- Born: July 7, 1974 (age 52) Ann Arbor, Michigan
- Education: University of Michigan, University of California, Davis
- Occupation: Winemaker
- Years active: 1994-present
- Employer(s): https://www.sjbwinemaking.com, https://www.stereographwines.com, https://tamberbey.com, https://thewallsvineyards.com, https://pasxawines.com
- Spouse: Max Blum
- Awards: Multiple 100-point scores from Robert Parker’s The Wine Advocate Three inclusions on Wine Spectator’s annual Top 100 Wines of the World list. More than 30 wines produced under her direction served at White House State Dinners across multiple presidential administrations. Named one of Glamour magazine’s "Top 10 Most Badass Women Winemakers" in the United States.
- Website: https://www.stereographwines.com/

= Sally Johnson =

American female winemaker

Sally Johnson Blum is an American winemaker. She has received significant critical acclaim, including two 100-point scores from Robert Parker, three inclusions in Wine Spectator’s Top 100 Wines of the World, and more than 30 of her wines served at White House state dinners across multiple administrations. She was named one of Glamour magazine’s “Top 10 Most Badass Women Winemakers” (#3). The San Francisco Chronicle has called her “one of Napa Valley’s most respected winemakers.”

== Early life and education ==
Johnson Blum was born in Ann Arbor, Michigan, into a family with scientific backgrounds. She earned dual bachelor’s degrees in biology and French literature from the University of Michigan in 1996. She became interested in winemaking while studying in France. Later, shecompleted a master’s degree in enology at the University of California, Davis in 1999.

== Early career ==
Johnson Blum began her professional winemaking career in 1999 at St. Francis Winery & Vineyards in Sonoma County, California, advancing from enologist to winemaker over approximately eight years. In 2002, she completed a harvest internship at St. Hallett Winery in Australia’s Barossa Valley and produced small-lot Cabernet Sauvignon and Syrah under her own early personal label for three vintages.

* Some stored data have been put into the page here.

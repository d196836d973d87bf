//! The planner's answer: who tests what, where and when, what stays out and why, and
//! how good the plan is against its lower bounds.

use crate::refusal::{RigRefusal, Unplanned};
use serde::ser::SerializeStruct;
use serde::{Serialize, Serializer};
use twistlot_model::PlantTime;

/// A shift plan. Serialises to the JSON `twistlot plan` prints: times as ISO 8601
/// plant-local date-times (`2026-12-01T22:14:05`, no offset), and each also as seconds
/// from the shift's start (`start_s`, `end_s`) for charts.
#[derive(Debug, Clone, PartialEq, Serialize)]
pub struct Plan {
    /// How the order was found: `atcs`, `edd` or `custom`, with `+local-search` when improved.
    pub method: String,
    /// The shift planned.
    pub shift_start: PlantTime,
    /// Its end.
    pub shift_end: PlantTime,
    /// Lots placed on rigs, by rig (in the order the rigs were given) and start.
    pub assignments: Vec<Assignment>,
    /// Reference-spring verifications, one per rig that can be used in the shift.
    pub checks: Vec<Check>,
    /// Lots left out, with the reason.
    pub unscheduled: Vec<Unscheduled>,
    /// Every rig's refusal of every lot it may not test (also for lots placed elsewhere),
    /// so a test on a refused rig can be named afterwards.
    pub refusals: Vec<RigRefusal>,
    /// How good the plan is.
    pub metrics: Metrics,
}

/// One lot on one rig.
///
/// The rig is taken from `start` to `end`: first `setup_s` for a fixture or arbor change
/// (0 when the previous lot used the same), then the lot's tests from `test_start`.
#[derive(Debug, Clone, PartialEq, Serialize)]
pub struct Assignment {
    /// Lot.
    pub lot: String,
    /// Part number.
    pub part: String,
    /// Rig.
    pub rig: String,
    /// Parts to test, as given.
    pub samples: u32,
    /// When the rig starts on this lot (setup included).
    pub start: PlantTime,
    /// When the lot's tests start.
    pub test_start: PlantTime,
    /// When the lot's tests end.
    pub end: PlantTime,
    /// Seconds of setup before the tests.
    pub setup_s: i64,
    /// `start`, s from the shift start.
    pub start_s: i64,
    /// `end`, s from the shift start.
    pub end_s: i64,
    /// The arbor to fit: the largest at the rig that clears the wound-down spring, mm.
    pub arbor_mm: f64,
    /// Fixture, as the job named it.
    pub fixture: String,
    /// When the lot must ship.
    pub due: Option<PlantTime>,
    /// How late the tests end against `due`, s (0 when on time).
    pub tardiness_s: i64,
    /// The lot's weight.
    pub weight: f64,
}

/// A reference-spring verification at the start of a rig's free hours, before any lot.
#[derive(Debug, Clone, PartialEq, Serialize)]
pub struct Check {
    /// Rig.
    pub rig: String,
    /// Serial of the reference spring.
    pub reference: String,
    /// Start.
    pub start: PlantTime,
    /// End.
    pub end: PlantTime,
    /// `start`, s from the shift start.
    pub start_s: i64,
    /// `end`, s from the shift start.
    pub end_s: i64,
}

/// A lot left out of the plan.
#[derive(Debug, Clone, PartialEq)]
pub struct Unscheduled {
    /// Lot.
    pub lot: String,
    /// Part number.
    pub part: String,
    /// Parts it needed tested.
    pub samples: u32,
    /// Why.
    pub reason: Unplanned,
}

impl Serialize for Unscheduled {
    fn serialize<S: Serializer>(&self, serializer: S) -> Result<S::Ok, S::Error> {
        let mut out = serializer.serialize_struct("Unscheduled", 5)?;
        out.serialize_field("lot", &self.lot)?;
        out.serialize_field("part", &self.part)?;
        out.serialize_field("samples", &self.samples)?;
        out.serialize_field("kind", self.reason.kind())?;
        out.serialize_field("reason", &self.reason)?;
        out.end()
    }
}

/// How good a plan is, with lower bounds beside the figures they bound.
#[derive(Debug, Clone, PartialEq, Serialize)]
pub struct Metrics {
    /// Σ weight × tardiness over the placed lots, weight·s.
    pub weighted_tardiness_s: f64,
    /// End of the last placed lot, s from the shift start (0 when none is placed).
    pub makespan_s: i64,
    /// A lower bound on the makespan of any plan that places the same lots:
    /// the larger of `chain_lower_bound_s` and `work_lower_bound_s`.
    pub makespan_lower_bound_s: i64,
    /// The latest of the placed lots' earliest possible ends, each on its fastest
    /// eligible rig from its ready time (or the rig's first free moment after its
    /// reference check and first setup, if later).
    pub chain_lower_bound_s: i64,
    /// The earliest time by which a group of rigs, each from its first free moment after
    /// its reference check and first setup, could have done the work of the placed lots
    /// that only that group may test, each lot counted at its fastest eligible rig
    /// (setups between lots not counted); the largest over the groups (every group of
    /// up to 12 usable rigs; beyond that all rigs together and each lot's own group).
    pub work_lower_bound_s: i64,
    /// Σ weight × max(0, earliest possible end − due) over the placed lots, weight·s:
    /// a lower bound on `weighted_tardiness_s` for the same lots (each lot alone on its
    /// best rig; 0 when every lot could be on time alone).
    pub weighted_tardiness_lower_bound_s: f64,
    /// Σ weight of the lots left out.
    pub unscheduled_weight: f64,
    /// Lots placed.
    pub lots_assigned: usize,
    /// Lots left out.
    pub lots_unscheduled: usize,
    /// Seconds of setup in the plan.
    pub total_setup_s: i64,
    /// Candidate plans the local search evaluated (0 for a plain dispatch).
    pub evaluations: u64,
}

== Pride Mountain Vineyards (2007–2022) ==
In 2007, Johnson Blum joined Pride Mountain Vineyards as winemaker, serving for 15 years. During her tenure she also produced wines for custom clients. Her wines earned consistent high critical praise, including two Robert Parker 100-point scores (2012 and 2013 Reserve Cabernet Sauvignon) and multiple placements in Wine Spectator’s Top 100.

== Robert Mondavi Winery (2022–early 2023) ==
In 2022, Johnson Blum was appointed Director of Winemaking at the historic Robert Mondavi Winery in Oakville. She held the role briefly before departing in early 2023 to pursue independent work.

== Consulting and SJB Winemaking ==
In 2023, Johnson Blum founded SJB Winemaking, a consulting firm through which she works with boutique and premium wine brands. She serves as resident winemaker for Tamber Bey Vineyards in Calistoga and CourAvant wineries in Napa Valley, and consults for producers in Napa, Sonoma, the California Central Coast, and Washington State’s Walla Walla Valley (including The Walls, Pášxa, and Mullan Road Cellars)

== STEREOGRAPH Wines ==
In 2023, Johnson Blum co-founded STEREOGRAPH Wines, a small-production winemaker, with her husband. Johnson Blum handles vineyard sourcing and production; the wines showcase Napa’s diversity through specific sites (e.g., 77–80-year-old Chenin Blanc vines at Henry Ranch in Pope Valley, Oakville Cabernet Sauvignon, Merlot-Cabernet blends from Chiles Valley and Oak Knoll, Carneros Semillon, and others). Releases began in 2025.

== Style and philosophy ==
Johnson Blum is recognized for her work with Cabernet Sauvignon and other Bordeaux varieties, particularly from mountain and diverse Napa sites. She advocates for organic, regenerative, and biodynamic practices and aims to highlight Napa Valley’s terroir diversity while keeping wines approachable.

== Accolades and recognition ==
Johnson Blum’s wines have earned widespread acclaim, including:

- Two 100-point scores from Robert Parker (Pride Mountain 2012 and 2013 Reserve Cabernet Sauvignon).
- Three wines on Wine Spectator’s Top 100 Wines of the World list.
- Over 30 wines served at White House state dinners.
- Named one of Glamour magazine’s “Top 10 Most Badass Women Winemakers” (#3).

She serves on the Napa Valley Vintners Leadership Development Program.

== Personal life ==
Johnson Blum is married to Max Blum, an antique dealer, graphic designer, and musician.